# Glitter Vinyl on Nylon/Spandex material



## washburn78

I am doing a cheer order and they really want Glitter Vinyl on them but most sites say that Glitter vinyl of any kind does not work at all. However, I tried anyway and it seems to be holding to the material just fine and even put it through a wash and found no problems or anything coming off. Does anyone know if this will eventually fall off even though I have tried to peel it and it wont budge and it has been through a wash and dryer and it is still strong. Let me know before I do the whole order if anyone knows.

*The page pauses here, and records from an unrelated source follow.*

"""Every part of a near pair is held to the shapes it was arranged by, whatever its pairs say."""

import dataclasses

import pytest

from fabgen.design import part_sizes
from fabgen.design.arranged import Cylinder, Frame, Interface, Placed
from fabgen.errors import ProgramError
from fabgen.model.confirm import confirm

LEFT = (0.0, 1.0, 0.0)


@dataclasses.dataclass(frozen=True)
class Pair:
    first: Placed
    second: Placed
    interface: Interface | None
    limit_mm: float
    distance_mm: float


def rod(name, x, **mistake):
    numbers = {"diameter_mm": 4.0, "length_mm": 300.0} | mistake
    shape = Cylinder("y", (x, 0.0, 0.0), 4.0, 300.0)
    return Placed(
        name, "E", "rod", tuple(sorted(numbers.items())), Frame((x, 0, 0), z=LEFT), (shape,), True, "made", "x", True,
        1.0, "rod",
    )  # fmt: skip


def bush(name, x, **mistake):
    size = part_sizes.bush_size()
    shapes = (
        Cylinder("y", (x, 11.5, 0.0), size.flange_mm, 3.0, size.bore_mm),
        Cylinder("y", (x, 8.75, 0.0), size.spigot_mm, 2.5, size.bore_mm),
    )
    return Placed(
        name, "E", "bush", tuple(sorted(mistake.items())), Frame((x, 10.0, 0.0), z=LEFT), shapes, False, "printed", "x",
        False, 1.0, "bush",
    )  # fmt: skip


def parallel(first):
    return Pair(first, rod("D", 110.0), None, 1.0, 6.0)


def fitted(first):
    bar = rod("R", 100.0)
    return Pair(first, bar, Interface(first.name, bar.name, "bore on rod", 0.1, 0.2), 0.0, 0.0)


def test_parts_that_are_their_shapes_pass():
    assert confirm([parallel(rod("R", 100.0)), fitted(bush("B", 100.0))]) == 2


@pytest.mark.parametrize(
    ("pair", "message"),
    [
        pytest.param(parallel(rod("R", 100.0, length_mm=300.01)), "R: rod has", id="a rod that is too long"),
        pytest.param(parallel(rod("R", 100.0, length_mm=299.99)), "R: rod has", id="a rod that is too short"),
        pytest.param(
            fitted(bush("B", 100.0, flange_diameter_mm=12.01)), "B: bush stands out", id="a flange that is too wide"
        ),
        pytest.param(
            fitted(bush("B", 100.0, spigot_length_mm=2.51)), "B: bush stands out", id="a spigot that is too long"
        ),
    ],
)
def test_a_part_whose_pairs_are_right_is_still_held_to_its_shapes(pair, message):
    """The distance of parallel rods and a bore's fit are the same; the sizes are off by 0.01 mm."""
    with pytest.raises(ProgramError, match=f"^{message}"):
        confirm([pair])


@pytest.mark.parametrize("along", [0, 1, 2])
@pytest.mark.parametrize("part", [rod("R", 100.0), bush("R", 100.0)], ids=["rod", "bush"])
def test_a_part_a_micrometre_off_its_shapes_is_noticed(part, along):
    """Along the rod's own axis too, where no gap and no fit changes; shapes and interfaces stay where they were."""
    origin = list(part.frame.origin)
    origin[along] += 0.001
    off = dataclasses.replace(part, frame=dataclasses.replace(part.frame, origin=tuple(origin)))
    passed_by = dataclasses.replace(parallel(off), limit_mm=7.0)  # has its finding: only the part itself is confirmed
    with pytest.raises(ProgramError, match=f"^R: {part.part} stands out of its shapes"):
        confirm([passed_by])
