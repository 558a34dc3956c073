"""Every mistake of a design file is told with its code, line and column, all of them in one run.

Each case replaces one piece of a sound design; the places were read off the marked lines by eye.
"""

from pathlib import Path

import pytest

from fabgen import registry
from fabgen.errors import DesignErrors
from fabgen.read.reader import read_design

BASE = """\
fabgen: 1
title: River gauge link
number: RGL-434-06
frequency: 434.2 MHz
units: mm
boom:
  section: square
  outside: 20 mm
  wall: 1.5 mm
  material: EN AW-6060 T66
  overhang: {rear: 70 mm, front: 70 mm}
mounts:
  line: {style: insulated-through, hole: 8 mm}
rods: {diameter: 4 mm, material: EN AW-6060 T66}
elements:
  - {id: R, role: reflector, at: 0, length: 340}
  - {id: DE, role: driven, at: 138, length: 322}
  - {id: D1, role: director, at: 190, length: 309}
feed: {kind: straight-dipole, gap: 10 mm}
clamp: {mast: 38 mm}
"""
ELEMENTS = BASE[BASE.index("  - {id: R") : BASE.index("feed:")]
BOOM = BASE[BASE.index("boom:") : BASE.index("mounts:")]

CARBON = (
    "material: EN AW-6060 T66\n",
    "material: {name: carbon tube, kind: grp, density: 1600, conductive: true}\n",
)
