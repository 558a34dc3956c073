"""The book's tables against the package's CSV tables, cell by cell: two ways from the same records to the builder."""

import csv
import io
from collections.abc import Callable
from dataclasses import replace
from html.parser import HTMLParser

import pytest

from fabgen.book.book import Book, book_html
from fabgen.export import tables

DESIGNS = ["meter-reading-169", "river-gauge-434", "sonde-finder-401", "valley-television-637"]
ROUNDED_MM = 5.1e-4
"""Three decimals are printed."""
WALLS = {"left": "+y", "right": "-y", "top": "+z", "bottom": "-z", "round": "round"}


class Cells(HTMLParser):
    """Rows of cells by the section that they stand in."""

    def __init__(self) -> None:
        super().__init__()
        self.section = ""
        self.tables: list[tuple[str, list[list[str]]]] = []
        self.cell: str | None = None

    def handle_starttag(self, tag: str, attrs: list[tuple[str, str | None]]) -> None:
        if tag == "section":
            self.section = dict(attrs)["id"] or ""
        elif tag == "table":
            self.tables.append((self.section, []))
        elif tag == "tr":
            self.tables[-1][1].append([])
        elif tag in ("td", "th"):
            self.cell = ""

    def handle_endtag(self, tag: str) -> None:
        if tag in ("td", "th") and self.cell is not None:
            self.tables[-1][1][-1].append(self.cell.strip())
            self.cell = None

    def handle_data(self, data: str) -> None:
        if self.cell is not None:
            self.cell += data


def rows(book: Book, section: str, head: str) -> list[list[str]]:
    """The full rows of the section's table whose heading row names `head`."""
    cells = Cells()
    cells.feed(book_html(book).decode())
    found = [table for place, table in cells.tables if place == section and any(head in cell for cell in table[0])]
    assert found
    return [row for table in found for row in table[1:] if len(row) == len(table[0])]


def number(cell: str) -> float:
    return 0.0 if cell == "–" else float(cell.replace("−", "-"))


def records(text: bytes) -> list[dict[str, str]]:
    return list(csv.DictReader(io.StringIO(text.decode("utf-8"))))


def same(cells: list[str], record: dict[str, str], names: list[str]) -> None:
    wanted = [float(record[name] or 0) for name in names]
    assert [number(cell) for cell in cells] == pytest.approx(wanted, abs=ROUNDED_MM), record


@pytest.mark.parametrize("stem", DESIGNS)
def test_lengths_and_trims_are_those_of_the_ledger(book_of: Callable[..., Book], stem: str) -> None:
    book = book_of(stem)
    ledger = {record["element"]: record for record in records(tables.lengths_csv(book.arranged.ledger))}
    found = rows(book, "lengths", "Modelled")
    assert [row[0] for row in found] == list(ledger)
    names = ["rod_mm", "modelled_mm", "allowance_mm", "rod_change_mm", "rounding_mm", "cut_mm", "tolerance_mm"]
    for row in found:
        same([*row[2:5], *row[6:]], ledger[row[0]], names)
    for row in rows(book, "trimming", "Trim to leave"):
        same(row[2:4], ledger[row[0]], ["cut_mm", "trim_mm"])
        assert number(row[4]) == pytest.approx(number(row[2]) + number(row[3]), abs=ROUNDED_MM)
    stations_mm = {record["element"]: record["tolerance_mm"] for record in records(tables.drilling_csv(book.arranged))}
    for row in rows(book, "measuring", "Station"):
        same([row[1], row[4], row[5]], ledger[row[0]], ["station_mm", "cut_mm", "tolerance_mm"])
        assert number(row[2]) == pytest.approx(float(stations_mm.get(row[0], 0)), abs=ROUNDED_MM)


@pytest.mark.parametrize("stem", DESIGNS)
def test_pieces_are_those_of_the_cut_list(book_of: Callable[..., Book], stem: str) -> None:
    book = book_of(stem)
    cuts = {record["piece"]: record for record in records(tables.cut_list_csv(book.arranged, book.cut_plan))}
    found = rows(book, "cutting", "Piece")
    assert [row[0] for row in found] == list(cuts)
    for row in found:
        same(row[2:7], cuts[row[0]], ["cut_mm", "tolerance_mm", "trim_mm", "half_mm", "projection_mm"])


@pytest.mark.parametrize("stem", DESIGNS)
def test_holes_are_those_of_the_drilling_table(book_of: Callable[..., Book], stem: str) -> None:
    book = book_of(stem)
    openings = records(tables.drilling_csv(book.arranged))
    seen = 0
    for row in rows(book, "drilling", "Station"):
        of_hole = [record for record in openings if record["hole"] == row[0]]
        seen += len(of_hole)
        for record in of_hole:
            same([row[2], row[3], row[6], row[8]], record, ["station_mm", "tolerance_mm", "across_mm", "diameter_mm"])
            assert number(row[7]) in (0.0, float(record["pilot_mm"]))
            assert (row[1], row[9]) == (record["element"], record["drill"])
        walls = dict.fromkeys(record["wall"] for record in of_hole)
        assert [WALLS[wall] for wall in row[4].split(", ")] == list(walls)
        assert [number(angle) for angle in row[5].split(", ")] == [float(record["angle_deg"]) for record in of_hole]
    assert seen == len(openings)


@pytest.mark.parametrize("stem", DESIGNS)
def test_parts_are_counted_as_in_the_bill(book_of: Callable[..., Book], stem: str) -> None:
    book = book_of(stem)
    bill = {(r["size"], r["material"]): int(r["quantity"]) for r in records(tables.parts_csv(book.arranged))}
    found = {(row[1], row[2]): int(row[0]) for row in rows(book, "parts", "Mass of all") if row[0]}
    assert found == bill


def test_what_is_zero_in_every_demo_design_has_its_sign_and_its_column(book_of: Callable[..., Book]) -> None:
    book = book_of("river-gauge-434")
    arranged = book.arranged
    holes = tuple(replace(hole, across_mm=-1.25) for hole in arranged.holes)
    lines = tuple(replace(line, rod_change_mm=-0.75) for line in arranged.ledger.lines)
    book = replace(book, arranged=replace(arranged, holes=holes, ledger=replace(arranged.ledger, lines=lines)))
    assert {row[6] for row in rows(book, "drilling", "Station")} == {"−1.250"}
    assert {row[6] for row in rows(book, "lengths", "Modelled")} == {"−0.750"}
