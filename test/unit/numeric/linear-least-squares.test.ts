import { expect, test } from 'vitest';
import { fitLinear } from '../../../shared-core/numeric/linear-least-squares.ts';
import { expectClose } from '../../support/expect-close.ts';
import { leastSquaresCases } from '../../support/least-squares-cases.ts';

const line = (x: readonly number[]): Float64Array => Float64Array.from([...x.map(() => 1), ...x]);

test('weights: a straight line in 50 digits', () => {
  const { x, y, weights, values, covariance, chiSquare, rSquared } = leastSquaresCases.weightedLinear;
  const fit = fitLinear({
    design: line(x),
    observed: Float64Array.from(y),
    weights: Float64Array.from(weights),
    hasIntercept: true,
  })!;
  const because = 'mpmath, 50 digits';
  for (const [j, expected] of values.entries()) {
    expectClose(fit.values[j]!, { expected, rel: 1e-14, because });
    for (const k of [0, 1])
      expectClose(fit.covariance[2 * j + k]!, { expected: covariance[j]![k]!, rel: 1e-13, because });
    const variance = (covariance[j]![j]! * chiSquare) / 4;
    expectClose(fit.deviations[j]!, { expected: Math.sqrt(variance), rel: 1e-13, because });
  }
  expectClose(fit.chiSquare, { expected: chiSquare, rel: 1e-13, because });
  expectClose(fit.rSquared, { expected: rSquared, rel: 1e-14, because });
  expect(fit.degreesOfFreedom).toBe(4);
  for (const [i, residual] of fit.residuals.entries())
    expect(residual).toBeCloseTo(y[i]! - fit.values[0]! - fit.values[1]! * x[i]!, 13);
});

test('as many observations as parameters: exact, and no scatter to speak of', () => {
  const fit = fitLinear({ design: line([1, 3]), observed: Float64Array.from([5, 9]), hasIntercept: true })!;
  expect([...fit.values]).toEqual([3, 2]);
  expect(fit.degreesOfFreedom).toBe(0);
  expect(fit.residualDeviation).toBeNaN();
});

test.each([
  ['dependent columns', [1, 1, 1, 2, 2, 2], 3],
  ['a column of zeros', [1, 1, 1, 0, 0, 0], 3],
  ['a column that is not finite', [1, 1, 1, 2, NaN, 3], 3],
  ['fewer observations than parameters', [1, 2], 1],
  ['no observations', [], 0],
])('%s: no answer', (_what, design, rows) => {
  const observed = new Float64Array(rows).fill(1);
  expect(fitLinear({ design: Float64Array.from(design), observed, hasIntercept: false })).toBeNull();
});
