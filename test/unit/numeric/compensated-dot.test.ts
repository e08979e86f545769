import { expect, test } from 'vitest';
import { compensatedDot } from '../../../shared-core/numeric/compensated-dot.ts';
import { expectClose } from '../../support/expect-close.ts';
import { leastSquaresCases } from '../../support/least-squares-cases.ts';

const whole = (values: readonly number[]) => ({ values: Float64Array.from(values), offset: 0, stride: 1 });

test('sums that cancel keep the digits of twice the working precision', () => {
  for (const { start, a, b, exact, size } of leastSquaresCases.dots) {
    // Dot2: |error| <= eps |result| + (length eps)^2 sum |a b|.
    const eps = 1.2e-16;
    expectClose(compensatedDot(start, whole(a), whole(b), a.length), {
      expected: exact,
      rel: 2 * eps,
      abs: 2 * (a.length * eps) * (a.length * eps) * size,
      because: 'exact fractions of Python',
    });
    const plain = a.reduce((sum, value, i) => sum + value * b[i]!, start);
    // The cases mean something: without the errors of the products most digits are gone.
    if (a.length > 3) expect(Math.abs(plain - exact)).toBeGreaterThan(1e-3 * Math.abs(exact));
  }
});

test('offset and stride pick the elements', () => {
  const a = { values: Float64Array.from([9, 2, 9, 3, 9]), offset: 1, stride: 2 };
  const b = { values: Float64Array.from([9, 9, 5, 7]), offset: 2, stride: 1 };
  expect(compensatedDot(1, a, b, 2)).toBe(32);
  expect(compensatedDot(4, a, b, 0)).toBe(4);
});
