import { describe, expect, test } from 'vitest';
import {
  applyQ,
  applyQTransposed,
  inverseOfNormal,
  qrFactor,
  solveUpper,
  solveUpperTransposed,
} from '../../../shared-core/numeric/qr.ts';
import { createRandom } from '../../../shared-core/numeric/random.ts';
import { expectClose } from '../../support/expect-close.ts';
import { columnByColumn, leastSquaresCases } from '../../support/least-squares-cases.ts';

function randomMatrix(rows: number, columns: number, seed: number): Float64Array {
  const random = createRandom(seed);
  return Float64Array.from({ length: rows * columns }, () => random.normal());
}

/** R of the factors, row-major. */
function upper({ matrix, rows, columns }: ReturnType<typeof qrFactor>): number[][] {
  return Array.from({ length: columns }, (_, i) =>
    Array.from({ length: columns }, (_unused, j) => (j < i ? 0 : matrix[j * rows + i]!)),
  );
}

test.each([
  [5, 5],
  [8, 3],
  [40, 7],
  [1, 1],
])('%i x %i: Q R is the matrix with its columns in order, pivots fall', (rows, columns) => {
  const original = randomMatrix(rows, columns, 7 * rows + columns);
  const factors = qrFactor(original.slice(), rows, columns);
  const r = upper(factors);
  expect(factors.rank).toBe(columns);
  for (let k = 0; k < columns; k++) {
    const column = new Float64Array(rows);
    for (let i = 0; i <= k; i++) column[i] = r[i]![k]!;
    applyQ(factors, column);
    const from = factors.order[k]! * rows;
    for (let i = 0; i < rows; i++) expect(column[i]).toBeCloseTo(original[from + i]!, 13);
    if (k > 0) expect(Math.abs(r[k]![k]!)).toBeLessThanOrEqual(Math.abs(r[k - 1]![k - 1]!));
  }
});

test('Q keeps lengths, and its transpose undoes it', () => {
  const factors = qrFactor(randomMatrix(9, 4, 3), 9, 4);
  const vector = randomMatrix(9, 1, 4);
  const turned = vector.slice();
  applyQTransposed(factors, turned);
  const squares = (v: Float64Array): number => v.reduce((sum, value) => sum + value * value, 0);
  expect(squares(turned)).toBeCloseTo(squares(vector), 13);
  applyQ(factors, turned);
  for (const [i, value] of turned.entries()) expect(value).toBeCloseTo(vector[i]!, 14);
});

test('R and its transpose are solved', () => {
  const factors = qrFactor(randomMatrix(6, 4, 5), 6, 4);
  const r = upper(factors);
  const right = Float64Array.from([1, -2, 3, 0.5]);
  const x = right.slice();
  solveUpper(factors, x);
  const y = right.slice();
  solveUpperTransposed(factors, y);
  for (let i = 0; i < 4; i++) {
    expect(r[i]!.reduce((sum, value, j) => sum + value * x[j]!, 0)).toBeCloseTo(right[i]!, 12);
    expect(r.reduce((sum, row, j) => sum + row[i]! * y[j]!, 0)).toBeCloseTo(right[i]!, 12);
  }
});

test('the inverse of the normal matrix is that of 50 digits', () => {
  const { matrix, inverse } = leastSquaresCases.inverseOfNormal;
  const found = inverseOfNormal(qrFactor(columnByColumn(matrix), matrix.length, 4));
  for (const [i, row] of inverse.entries()) {
    for (const [j, expected] of row.entries())
      expectClose(found[i * 4 + j]!, { expected, rel: 1e-12, because: 'mpmath, 50 digits' });
  }
});

describe('rank', () => {
  test.each([
    ['two equal columns', [1, 2, 3, 1, 2, 3, 4, 0, 1], 2],
    ['a column of zeros', [1, 2, 3, 0, 0, 0, 4, 0, 1], 2],
    ['only zeros', new Array<number>(9).fill(0), 0],
    ['a sum of the others', [0.1, 0.2, 0.7, 0.3, 0.9, 0.5, 0.1 + 0.3, 0.2 + 0.9, 0.7 + 0.5], 2],
    ['nearly dependent, but not to working precision', [1, 1, 1, 1, 1, 1 + 1e-10, 0, 1, 0], 3],
  ])('%s', (_what, matrix, rank) => {
    expect(qrFactor(Float64Array.from(matrix), 3, 3).rank).toBe(rank);
  });
});
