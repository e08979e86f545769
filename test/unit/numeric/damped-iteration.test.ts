import { describe, expect, test } from 'vitest';
import {
  minimise,
  type DampedEngine,
  type IterationRule,
} from '../../../shared-core/numeric/damped-iteration.ts';

const rule: IterationRule = {
  firstDamping: 0,
  leastDamping: 1e-4,
  isLast: (promised) => promised < 1e-12,
  resolution: () => 1e-15,
  isSettled: () => true,
  maxRounds: 1,
  maxEvaluations: 100,
};

interface Curve {
  readonly residual: (x: number) => number;
  readonly slope: (x: number) => number;
  /** Factor by which the equations think the objective more curved than it is. */
  readonly stiffness?: number;
  readonly reweigh?: () => void;
}

/** One residual of one parameter, plus a constant that the parameter cannot touch; records what is asked of it. */
function engineFor(
  { residual, slope, stiffness = 1, reweigh = () => undefined }: Curve,
  start: number,
  constant = 0,
) {
  let here = start;
  let step = 0;
  let tried = 0;
  const lengths: number[] = [];
  const dampings: number[] = [];
  const objective = (x: number): number => residual(x) ** 2 + constant;
  const engine: DampedEngine = {
    findStep: (damping) => {
      dampings.push(damping);
      const derivative = slope(here);
      if (derivative === 0 && damping === 0) return null;
      step = (-residual(here) * derivative) / (stiffness * derivative ** 2 * (1 + damping) || 1);
      return -step * derivative * residual(here);
    },
    tryStep: (length) => {
      lengths.push(length);
      tried = here + length * step;
      return false;
    },
    gain: () => objective(here) - objective(tried),
    accept: () => {
      here = tried;
    },
    finish: () => {
      here += step;
    },
    reweigh,
  };
  return { engine, lengths, dampings, at: () => here };
}

describe('steps', () => {
  test('a straight problem takes one step and one look', () => {
    const { engine, at, dampings } = engineFor({ residual: (x) => 2 * (x - 3), slope: () => 2 }, 10);
    const outcome = minimise(engine, rule);
    expect(outcome).toEqual({ status: 'converged', gained: 196, evaluationCount: 1 });
    expect(at()).toBe(3);
    expect(dampings).toEqual([0, 0]);
  });

  test('a step that leads uphill is repeated shorter and shorter, and damping goes when it is no longer needed', () => {
    // Undamped steps for atan diverge from beyond 1.39.
    const { engine, at, dampings } = engineFor({ residual: Math.atan, slope: (x) => 1 / (1 + x * x) }, 3);
    expect(minimise(engine, rule).status).toBe('converged');
    expect(at()).toBeCloseTo(0, 10);
    expect(dampings.slice(0, 4)).toEqual([0, 1e-3, 2e-3, 8e-3]);
    expect(dampings.at(-1)).toBe(0);
  });

  test('steps that keep falling short are lengthened', () => {
    // Every step of the equations goes a third of the way.
    const { engine, at, lengths } = engineFor({ residual: (x) => x, slope: () => 1, stiffness: 3 }, 1);
    expect(minimise(engine, rule).status).toBe('converged');
    expect(lengths.slice(0, 2)).toEqual([1, expect.closeTo(3, 12)]);
    expect(at()).toBeCloseTo(0, 6);
  });

  test('a point where the objective is no number is a step too far', () => {
    const { engine, at } = engineFor({ residual: (x) => Math.log(x), slope: (x) => 1 / x }, 8);
    expect(minimise(engine, rule).status).toBe('converged');
    expect(at()).toBeCloseTo(1, 9);
  });
});

describe('statuses', () => {
  test('stalled: derivatives of the wrong sign promise gains that never come', () => {
    const { engine, at } = engineFor({ residual: (x) => x - 1, slope: () => -1 }, 5, 1);
    expect(minimise(engine, rule).status).toBe('stalled');
    expect(at()).toBe(5);
  });

  test('singular: nothing depends on the parameter', () => {
    const { engine } = engineFor({ residual: () => 1, slope: () => 0 }, 5);
    expect(minimise(engine, rule)).toMatchObject({ status: 'singular', evaluationCount: 0 });
  });

  test('singular: no damping helps', () => {
    const { engine } = engineFor({ residual: () => 1, slope: () => 1 }, 5);
    expect(minimise({ ...engine, findStep: () => null }, rule).status).toBe('singular');
  });

  test('iteration-limit: no more points than allowed', () => {
    const { engine, lengths } = engineFor({ residual: Math.atan, slope: (x) => 1 / (1 + x * x) }, 1.3);
    expect(minimise(engine, { ...rule, maxEvaluations: 3 })).toMatchObject({
      status: 'iteration-limit',
      evaluationCount: 3,
    });
    expect(lengths).toHaveLength(3);
  });
});

describe('weights', () => {
  test('are renewed until a renewal gains nothing', () => {
    let target = 0;
    const curve = {
      residual: (x: number) => x - target,
      slope: () => 1,
      reweigh: () => (target = 1 + target / 2),
    };
    const { engine, at } = engineFor(curve, 4);
    const outcome = minimise(engine, {
      ...rule,
      maxRounds: 60,
      isSettled: (gained, round) => round > 0 && gained < 1e-18,
    });
    expect(outcome.status).toBe('converged');
    expect(at()).toBeCloseTo(2, 5);
  });

  test('that never settle are a limit reached, not an answer', () => {
    let target = 0;
    const curve = { residual: (x: number) => x - target, slope: () => 1, reweigh: () => (target += 1) };
    const outcome = minimise(engineFor(curve, 4).engine, {
      ...rule,
      maxRounds: 5,
      isSettled: (gained) => gained < 0.1,
    });
    expect(outcome.status).toBe('iteration-limit');
  });
});
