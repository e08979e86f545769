import { expect, test } from 'vitest';
import { choleskyFactor, choleskyInverse, choleskySolve } from '../../../shared-core/numeric/cholesky.ts';
import { createRandom } from '../../../shared-core/numeric/random.ts';

/** L of the textbook matrix is whole-numbered. */
const textbook = [4, 12, -16, 12, 37, -43, -16, -43, 98];

test('a matrix with a known factor', () => {
  const matrix = Float64Array.from(textbook);
  expect(choleskyFactor(matrix, 3)).toBe(true);
  const lower = [matrix[0], matrix[3], matrix[4], matrix[6], matrix[7], matrix[8]];
  expect(lower).toEqual([2, 6, 1, -8, 5, 3]);
  const right = Float64Array.from([-20, -43, 192]);
  choleskySolve(matrix, 3, right);
  // 4 x + 12 y - 16 z and so on for (1, 2, 3).
  expect([...right]).toEqual([1, 2, 3]);
});

test('only the lower triangle is read', () => {
  const matrix = Float64Array.from(textbook);
  for (const upper of [1, 2, 5]) matrix[upper] = NaN;
  expect(choleskyFactor(matrix, 3)).toBe(true);
  expect(matrix[8]).toBe(3);
});

test.each([
  ['indefinite', [1, 2, 2, 1]],
  ['singular', [1, 1, 1, 1]],
  ['not a number', [NaN, 0, 0, 1]],
  ['infinite', [Infinity, 0, 0, 1]],
  ['negative', [-1, 0, 0, -1]],
])('a matrix that is %s is refused', (_what, values) => {
  expect(choleskyFactor(Float64Array.from(values), 2)).toBe(false);
});

test('random matrices: inverse times matrix is one', () => {
  const random = createRandom(3);
  for (const n of [1, 2, 5, 20]) {
    const root = Float64Array.from({ length: n * n }, () => random.normal());
    const matrix = new Float64Array(n * n);
    for (let i = 0; i < n; i++) {
      for (let j = 0; j < n; j++) {
        for (let k = 0; k < n; k++) matrix[i * n + j]! += root[i * n + k]! * root[j * n + k]!;
      }
      matrix[i * n + i]! += 1;
    }
    const factor = Float64Array.from(matrix);
    expect(choleskyFactor(factor, n)).toBe(true);
    const inverse = choleskyInverse(factor, n);
    for (let i = 0; i < n; i++) {
      for (let j = 0; j < n; j++) {
        let sum = 0;
        for (let k = 0; k < n; k++) sum += matrix[i * n + k]! * inverse[k * n + j]!;
        expect(sum).toBeCloseTo(i === j ? 1 : 0, 11);
      }
    }
  }
});
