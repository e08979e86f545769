import { describe, expect, test } from 'vitest';
import { createRandom } from '../../../shared-core/numeric/random.ts';
import { median, quantile, scaledMad } from '../../../shared-core/numeric/robust.ts';

describe('median', () => {
  test.each([
    [[], NaN],
    [[7], 7],
    [[2, 1], 1.5],
    [[3, 1, 2], 2],
    [[5, 5, 5, 5], 5],
    [[4, -1, 10, 3], 3.5],
    [[1e300, -1e300, 0], 0],
  ])('of %j', (values, expected) => {
    expect(median(values)).toBe(expected);
  });

  test('agrees with sorting, repeated values included, and leaves its input alone', () => {
    const random = createRandom(11);
    for (let length = 1; length < 60; length++) {
      const values = Array.from({ length }, () => Math.floor(20 * random.uniform()));
      const copy = [...values];
      const sorted = [...values].sort((a, b) => a - b);
      const middle = length >> 1;
      expect(median(values)).toBe(
        length % 2 === 1 ? sorted[middle] : (sorted[middle - 1]! + sorted[middle]!) / 2,
      );
      expect(values).toEqual(copy);
    }
  });
});

describe('scaled median absolute deviation', () => {
  test('by hand', () => {
    // Median 3, deviations 2 1 0 1 97, median 1.
    expect(scaledMad([1, 2, 3, 4, 100])).toBeCloseTo(1.482602218505602, 14);
    expect(scaledMad([6, 6, 6])).toBe(0);
    expect(scaledMad([])).toBeNaN();
  });

  test('estimates the standard deviation of normal noise, a tenth of it spoilt', () => {
    const random = createRandom(12);
    const noise = Array.from({ length: 20_000 }, (_, i) => (i % 10 === 0 ? 1000 : 3 * random.normal()));
    // F. R. Hampel: a tenth of outliers on one side raises it by about a seventh; the plain deviation would be 300.
    expect(scaledMad(noise)).toBeGreaterThan(2.9);
    expect(scaledMad(noise)).toBeLessThan(3.6);
    const clean = Array.from({ length: 20_000 }, () => 3 * random.normal());
    // Its efficiency is 37 %: standard error 3 sqrt(1/(2 0.37 20000)) = 0.025.
    expect(Math.abs(scaledMad(clean) - 3)).toBeLessThan(4 * 0.025);
  });
});

describe('quantile', () => {
  test.each([
    [[3, 1, 2, 4], 0, 1],
    [[3, 1, 2, 4], 1, 4],
    [[3, 1, 2, 4], 0.5, 2.5],
    // Rank 3 0.1 = 0.3, between 1 and 2.
    [[3, 1, 2, 4], 0.1, 1.3],
    [[5], 0.7, 5],
    [[], 0.5, NaN],
    [[1, 2], -0.1, NaN],
    [[1, 2], NaN, NaN],
  ])('of %j at %d', (values, p, expected) => {
    if (Number.isNaN(expected)) expect(quantile(values, p)).toBeNaN();
    else expect(quantile(values, p)).toBeCloseTo(expected, 14);
  });

  test('agrees with sorting, and leaves its input alone', () => {
    const random = createRandom(13);
    for (let length = 1; length < 40; length++) {
      const values = Array.from({ length }, () => Math.floor(15 * random.uniform()));
      const copy = [...values];
      const sorted = [...values].sort((a, b) => a - b);
      for (const p of [0.05, 0.25, 0.5, 0.8, 0.99]) {
        const rank = (length - 1) * p;
        const [below, above] = [sorted[Math.floor(rank)]!, sorted[Math.ceil(rank)]!];
        expect(quantile(values, p)).toBeCloseTo(below + (rank - Math.floor(rank)) * (above - below), 12);
      }
      expect(quantile(values, 0.5)).toBeCloseTo(median(values), 12);
      expect(values).toEqual(copy);
    }
  });
});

Does anyone know if rhinestone designs are a better option for Nylon or Spandex?


----------



## forwill

Stahls uses glitter flake to press on yoga pants in this video:

https://www.youtube.com/watch?v=jKa4G8OklJw


----------



## washburn78

Thanks for that, I do wonder though if those are cotton yoga pants. I know that Bella makes a yoga pant that is cotton. I still have not found anything about glitter flake on nylon/spandex. So far the glitter flake I used on nylon has gone through a wash and I have been trying to pull up on it many times and it will not budge. I am going to keep putting it through tests and see what happens. Who knows maybe glitter flake is more versatile than we think.


----------



## forwill

Printing on Nylon Spandex Performancewear

http://impressions.issshows.com/static/pdf/TTNL_12.14_AmerApp_final.pdf


----------